2026-04-26 19:14:02 INFO predict req_id=ab7 user=42 latency_ms=183 conf=0.91
Metrics
Numeric measurements aggregated over time. Read on a dashboard.
predict_latency_ms_p95{model="rag-v3"} 412
Alerts
Rules that fire when metrics cross a threshold. Wake someone up.
if accuracy_24h < 0.85 for 30m → page on-call
The pipeline
Application logs
↓
Metrics aggregation (counts, percentiles, distributions)
↓
Alert rules (thresholds + dwell time)
↓
Dashboards / pages (humans get the signal)
One mistake students always make: alerting on raw logs. Logs are for debugging; metrics are for alerting. If your alert can't be expressed as metric > threshold for N minutes, it'll page constantly and get muted.
5 3-Hour Session Schedule
0:00–0:10
Recap & AgendaWeek 30 review · build → operate shift · introduce monitoring concept
0:10–0:30
Core Teaching — Monitoring ArchitectureThree layers · why silent failures matter for ML
0:30–0:55
Breakout 1 — Monitoring AnalysisTeams pick a system (RAG / fraud / recsys / docs); identify metrics, failure signals, alert thresholds → monitoring_framework.md
0:55–1:05
Share-outEach team presents · instructor highlights system-type differences
1:15–1:35
Core Teaching — Logs vs Metrics vs AlertsPipeline walk-through · real-world failures from poor monitoring
1:35–2:00
Lab 1 — Logging ImplementationBuild monitoring/logging_demo.py · simulate predict requests, latency warnings, errors
2:00–2:25
Breakout 2 — Alert DesignDefine accuracy / latency / error-rate alert conditions · update framework doc
2:35–2:55
Lab 2 — Dashboard PlanSketch layout in monitoring_dashboard.md · system health · model metrics · user activity
2:55–3:00
ClosingHow tonight's framework feeds the capstone operations plan
6 Hands-On Labs
Part A — Monitoring Framework
Create week31_ai_system_playbook/monitoring_framework.md. Include for your assigned system:
- Key metrics across the three layers
- Failure indicators (what does broken look like?)
- Alert thresholds with dwell times
Part B — Logging Script
Create monitoring/logging_demo.py. Use Python's stdlib logging — no external deps needed.

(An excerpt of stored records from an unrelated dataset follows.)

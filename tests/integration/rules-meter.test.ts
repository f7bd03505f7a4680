import { beforeAll, describe, expect, it } from "vitest";
import { and, eq } from "drizzle-orm";
import { GET as aircraftDetailRoute } from "@/app/api/clubs/[club]/aircraft/[aircraftId]/route";
import { countSquawkAlerts } from "@/db/queries/fleet-squawks";
import { listItems } from "@/db/queries/fleet";
import { auditLog, bookings, emailOutbox, inspectionCompletions, meterConversions, squawks, users } from "@/db/schema";
import { recordCompletion } from "@/lib/actions/fleet/record-completion";
import { recordMeterConversion } from "@/lib/actions/fleet/record-meter-conversion";
import { reportSquawk } from "@/lib/actions/fleet/report-squawk";
import { updateAircraft } from "@/lib/actions/fleet/update-aircraft";
import type { FlightLineEntry } from "@/lib/fleet/types";
import { EMPTY, clubBySlug, db, form, signInAs, squawkIdOf } from "./helpers";
import { callRoute, planeByRegistration, seedFleetOnce } from "./fleet-helpers";

const CLUB = "reedwater";

async function detail(aircraftId: string) {
  const { status, body } = await callRoute(aircraftDetailRoute, `/api/clubs/${CLUB}/aircraft/${aircraftId}`, { club: CLUB, aircraftId });
  expect(status).toBe(200);
  return body as FlightLineEntry & { today: string };
}

/** The aircraft form as it would post the record unchanged, with some fields changed. */
function aircraftForm(registration: string, change: Record<string, string> = {}): FormData {
  const p = planeByRegistration(CLUB, registration);
  const fields: Record<string, string> = {
    club: CLUB, aircraftId: p.id, registration: p.registration, make: p.make, model: p.model, typeGroup: p.typeGroup, category: p.category, classRating: p.classRating,
    hourlyRate: (p.hourlyRateMinor / 100).toFixed(2), rateMeter: p.rateMeter, maintenanceMeter: p.maintenanceMeter,
    currentHobbs: p.currentHobbs!.toFixed(1), currentTach: p.currentTach!.toFixed(1),
    ...(p.usedForInstruction ? { usedForInstruction: "on" } : {}), ...(p.usedForHire ? { usedForHire: "on" } : {}),
    ...(p.ifrEquipped ? { ifrEquipped: "on" } : {}), ...(p.usedForIfr ? { usedForIfr: "on" } : {}),
    ...change,
  };
  return form(fields);
}

function conversionsOf(aircraftId: string) {
  return db().select().from(meterConversions).where(eq(meterConversions.aircraftId, aircraftId)).all();
}

function auditOf(action: string, subjectId: string) {
  return db().select().from(auditLog).where(and(eq(auditLog.action, action), eq(auditLog.subjectId, subjectId))).all();
}

describe("meter provenance: switching the meter inspections count by", () => {
  beforeAll(async () => {
    await seedFleetOnce();
  });

  it("every demo completion carries the meter it was read on", () => {
    const plane = planeByRegistration(CLUB, "N0527L");
    const rows = db().select().from(inspectionCompletions).where(eq(inspectionCompletions.aircraftId, plane.id)).all();
    expect(rows.length).toBeGreaterThan(0);
    expect(rows.every((r) => r.meter === "tach")).toBe(true);
  });

  it("refuses a switch without a conversion reading, and writes nothing", async () => {
    signInAs("maintenance@hangarline.test");
    const plane = planeByRegistration(CLUB, "N0527L");
    const state = await updateAircraft(EMPTY, aircraftForm("N0527L", { maintenanceMeter: "hobbs" }));
    expect(state.ok).toBe(false);
    expect(state.fieldErrors.conversionReading?.[0]).toMatch(/Hobbs reading at the switch/);
    expect(planeByRegistration(CLUB, "N0527L").maintenanceMeter).toBe("tach");
    expect(conversionsOf(plane.id)).toHaveLength(0);
    expect(auditOf("aircraft.update", plane.id)).toHaveLength(0);
  });

  it("refuses a conversion reading that is not the new meter's current reading", async () => {
    signInAs("maintenance@hangarline.test");
    const plane = planeByRegistration(CLUB, "N0527L");
    const state = await updateAircraft(EMPTY, aircraftForm("N0527L", { maintenanceMeter: "hobbs", conversionReading: "1234.5" }));
    expect(state.ok).toBe(false);
    expect(state.fieldErrors.conversionReading?.[0]).toMatch(/must be the current Hobbs/);
    expect(conversionsOf(plane.id)).toHaveLength(0);
  });

  it("accepts the switch with the conversion reading, records it, and the 100-hour becomes Status unknown naming both meters", async () => {
    signInAs("maintenance@hangarline.test");
    const before = planeByRegistration(CLUB, "N0527L");
    expect((await detail(before.id)).status).toBe("limited"); // the demo's deferred squawk
    const state = await updateAircraft(EMPTY, aircraftForm("N0527L", { maintenanceMeter: "hobbs", conversionReading: before.currentHobbs!.toFixed(1) }));
    expect(state.ok).toBe(true);
    expect(state.message).toMatch(/Status unknown/);
    expect(planeByRegistration(CLUB, "N0527L").maintenanceMeter).toBe("hobbs");
    const [conversion] = conversionsOf(before.id);
    expect(conversion).toMatchObject({ completionId: null, fromMeter: "tach", fromReading: before.currentTach, toMeter: "hobbs", toReading: before.currentHobbs });
    expect(auditOf("aircraft.meter.switch", before.id)).toHaveLength(1);

    const d = await detail(before.id);
    expect(d.status).toBe("unknown");
    const reason = d.reasons.find((r) => r.code === "other-meter" && r.text.startsWith("100-hour inspection"));
    expect(reason?.text).toMatch(/on the tach, but inspections now count by the Hobbs/);
    expect(d.due.find((x) => x.key === "100-hour")?.otherMeter).toEqual({ completionMeter: "tach", currentMeter: "hobbs" });
  });

  it("maintenance records where the last completions stand on the Hobbs, and the status is computed again", async () => {
    signInAs("maintenance@hangarline.test");
    const plane = planeByRegistration(CLUB, "N0527L");
    const items = listItems(db(), clubBySlug(CLUB).id, plane.id);
    signInAs("member@hangarline.test");
    const refused = await recordMeterConversion(EMPTY, form({ club: CLUB, itemId: items.find((i) => i.key === "100-hour")!.id, reading: "4800.0" }));
    expect(refused.ok).toBe(false);
    signInAs("maintenance@hangarline.test");
    const tooHigh = await recordMeterConversion(EMPTY, form({ club: CLUB, itemId: items.find((i) => i.key === "100-hour")!.id, reading: "99999.0" }));
    expect(tooHigh.fieldErrors.reading?.[0]).toMatch(/past the aircraft's current Hobbs/);
    // The 100-hour (governed by its own or the annual's completion) and the oil change count hours.
    for (const key of ["100-hour", "oil-change"]) {
      const d = await detail(plane.id);
      const row = d.due.find((x) => x.key === key)!;
      if (!row.otherMeter) continue;
      const onHobbs = (plane.currentHobbs! - (plane.currentTach! - row.lastDoneHours!)).toFixed(1);
      const state = await recordMeterConversion(EMPTY, form({ club: CLUB, itemId: items.find((i) => i.key === key)!.id, reading: onHobbs }));
      expect(state.ok).toBe(true);
    }
    const after = await detail(plane.id);
    expect(after.reasons.some((r) => r.code === "other-meter")).toBe(false);
    expect(after.status).toBe("limited"); // back to the demo's deferred squawk only
    expect(db().select().from(auditLog).where(eq(auditLog.action, "inspection.meter.convert")).all().length).toBeGreaterThan(0);
  });

  it("a completion recorded after the switch is stored on the new meter", async () => {
    signInAs("maintenance@hangarline.test");
    const plane = planeByRegistration(CLUB, "N0527L");
    const item = listItems(db(), clubBySlug(CLUB).id, plane.id).find((i) => i.key === "oil-change")!;
    const today = (await detail(plane.id)).today;
    const state = await recordCompletion(EMPTY, form({ club: CLUB, itemId: item.id, doneOn: today, hours: plane.currentHobbs!.toFixed(1), mechanicName: "Petra Voskuijlen", mechanicCertificate: "A&P 0005168" }));
    expect(state.ok).toBe(true);
    const rows = db().select().from(inspectionCompletions).where(eq(inspectionCompletions.itemId, item.id)).all();
    expect(rows.at(-1)?.meter).toBe("hobbs");
  });
});

describe("meter provenance: lowering a current reading", () => {
  beforeAll(async () => {
    await seedFleetOnce();
  });

  it("refuses an admin (no maintenance role) lowering the tach, and writes nothing", async () => {
    const plane = planeByRegistration(CLUB, "N0534L");
    signInAs("admin@hangarline.test");
    const state = await updateAircraft(EMPTY, aircraftForm("N0534L", { currentTach: (plane.currentTach! - 10).toFixed(1), readingChangeReason: "Typo" }));
    expect(state.ok).toBe(false);
    expect(state.message).toMatch(/Only maintenance may lower/);
    expect(state.fieldErrors.currentTach?.[0]).toMatch(/Only maintenance may lower the tach/);
    expect(planeByRegistration(CLUB, "N0534L").currentTach).toBe(plane.currentTach);
    expect(auditOf("aircraft.meter.lower", plane.id)).toHaveLength(0);
  });

  it("refuses maintenance lowering without a reason", async () => {
    const plane = planeByRegistration(CLUB, "N0534L");
    signInAs("maintenance@hangarline.test");
    const state = await updateAircraft(EMPTY, aircraftForm("N0534L", { currentHobbs: (plane.currentHobbs! - 2).toFixed(1) }));
    expect(state.ok).toBe(false);
    expect(state.fieldErrors.readingChangeReason?.[0]).toMatch(/Say why the reading goes down/);
    expect(planeByRegistration(CLUB, "N0534L").currentHobbs).toBe(plane.currentHobbs);
  });

  it("lets maintenance lower it with a reason, audited with the reason", async () => {
    const plane = planeByRegistration(CLUB, "N0534L");
    signInAs("maintenance@hangarline.test");
    const lower = (plane.currentHobbs! - 2).toFixed(1);
    const state = await updateAircraft(EMPTY, aircraftForm("N0534L", { currentHobbs: lower, readingChangeReason: "Hobbs meter replaced; new unit set to the logbook total" }));
    expect(state.ok).toBe(true);
    expect(planeByRegistration(CLUB, "N0534L").currentHobbs).toBe(Number(lower));
    const [entry] = auditOf("aircraft.meter.lower", plane.id);
    expect(entry?.before).toEqual({ currentHobbs: plane.currentHobbs });
    expect(entry?.after).toEqual({ currentHobbs: Number(lower), reason: "Hobbs meter replaced; new unit set to the logbook total" });
  });

  it("raising a reading stays an ordinary edit", async () => {
    const plane = planeByRegistration(CLUB, "N0534L");
    signInAs("admin@hangarline.test");
    const state = await updateAircraft(EMPTY, aircraftForm("N0534L", { currentHobbs: (plane.currentHobbs! + 0.5).toFixed(1) }));
    expect(state.ok).toBe(true);
  });
});

describe("a squawk marked 'may make the aircraft unsafe' is e-mailed at once", () => {
  beforeAll(async () => {
    await seedFleetOnce();
  });

  function outboxAlerts() {
    return db().select().from(emailOutbox).where(eq(emailOutbox.template, "squawk-alert")).all();
  }

  it("queues e-mails to maintenance and the upcoming booking holders, not the reporter, in the same write", async () => {
    const club = clubBySlug(CLUB);
    const plane = planeByRegistration(CLUB, "N0549L");
    const holder = db().select().from(users).where(eq(users.email, "pilot2@hangarline.test")).get()!;
    const start = new Date(Date.now() + 3 * 86_400_000);
    db().insert(bookings).values({ clubId: club.id, aircraftId: plane.id, userId: holder.id, startsAt: start, endsAt: new Date(start.getTime() + 2 * 3_600_000) }).run();
    const before = outboxAlerts().length;

    signInAs("member@hangarline.test");
    let answer = "";
    const squawkId = await squawkIdOf(async () => {
      const state = await reportSquawk(EMPTY, form({ club: CLUB, aircraftId: plane.id, description: "Fuel smell in the cabin after start", foundDuring: "preflight", suspectedGrounding: "on" }));
      answer = state.message;
      return state;
    });
    // The answer says only what happened: who was e-mailed, counted.
    expect(answer).toMatch(/^Squawk reported: “Fuel smell in the cabin after start”\. .*Maintenance \(2 people\).*e-mailed\.$/);
    expect(db().select().from(squawks).where(eq(squawks.id, squawkId)).get()?.suspectedGrounding).toBe(true);

    const sent = outboxAlerts().slice(before);
    const addresses = sent.map((m) => m.toAddress).sort();
    expect(addresses).toContain("maintenance@hangarline.test");
    expect(addresses).toContain("mechanic@hangarline.test");
    expect(addresses).toContain("pilot2@hangarline.test");
    expect(addresses).not.toContain("member@hangarline.test");
    expect(sent.find((m) => m.toAddress === "pilot2@hangarline.test")?.payload).toMatchObject({ because: "booking", registration: "N0549L", description: "Fuel smell in the cabin after start", squawkId });
    expect(sent.find((m) => m.toAddress === "maintenance@hangarline.test")?.payload).toMatchObject({ because: "maintenance" });
    expect(countSquawkAlerts(db(), club.id, squawkId)).toEqual({ maintenance: 2, booking: 1 });
  });

  it("a plain squawk e-mails nobody and claims nothing", async () => {
    const club = clubBySlug(CLUB);
    const plane = planeByRegistration(CLUB, "N0549L");
    const before = outboxAlerts().length;
    signInAs("member@hangarline.test");
    const state = await reportSquawk(EMPTY, form({ club: CLUB, aircraftId: plane.id, description: "Sun visor clip cracked", foundDuring: "postflight" }));
    expect(state.message).toBe("Squawk reported: “Sun visor clip cracked”.");
    const squawkId = (state.data as { squawkId: string }).squawkId;
    expect(outboxAlerts().length).toBe(before);
    expect(countSquawkAlerts(db(), club.id, squawkId)).toEqual({ maintenance: 0, booking: 0 });
  });

  it("a replayed report queues its e-mails once", async () => {
    const plane = planeByRegistration(CLUB, "N0556L");
    const before = outboxAlerts().length;
    signInAs("member@hangarline.test");
    const fd = () => form({ club: CLUB, aircraftId: plane.id, description: "Nose strut leaking fluid", foundDuring: "preflight", suspectedGrounding: "on", idempotencyKey: "0f1e2d3c-4b5a-4968-8776-a5b4c3d2e1f0" });
    expect((await reportSquawk(EMPTY, fd())).ok).toBe(true);
    const once = outboxAlerts().length - before;
    expect(once).toBeGreaterThan(0);
    expect((await reportSquawk(EMPTY, fd())).ok).toBe(true);
    expect(outboxAlerts().length - before).toBe(once);
  });
});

import logging, random, time
logging.basicConfig(
level=logging.INFO,
format="%(asctime)s %(levelname)s %(message)s",
)
def predict(req_id):
latency = random.uniform(50, 600)
logging.info(f"predict req_id={req_id} latency_ms={latency:.0f}")
if latency > 500:
logging.warning(f"slow predict req_id={req_id} latency_ms={latency:.0f}")
if random.random() < 0.05:
logging.error(f"model failure req_id={req_id}")
for i in range(20):
predict(f"r{i:03d}")
time.sleep(0.1)
Part C — Dashboard Plan
Create week31_ai_system_playbook/monitoring_dashboard.md. Sketch a one-screen layout with three panels:
- System health — request rate, error rate, latency p50/p95/p99
- Model metrics — accuracy / drift / confidence distribution over the last 24h
- User activity — DAU on the feature, engagement, override / feedback rate
For each panel: which metric, what time window, what threshold turns the panel red.
7 Anti-GenAI Requirement
Section title (required in every team's submission):
"Why these metrics matter for this AI system"
Teams must explain how the chosen metrics tie to system reliability and user impact for their assigned system specifically — not generic monitoring talking points. A reviewer should be able to tell whether the team understands fraud detection vs. RAG without reading the system name.
9 Closing Checklist
Before you leave tonight, every team should have:
week31_ai_system_playbook/monitoring_framework.md
week31_ai_system_playbook/monitoring_dashboard.md
monitoring/logging_demo.py running locally
- The "Why these metrics matter for this AI system" section filled in
These artifacts roll forward into your capstone operations plan once topics drop.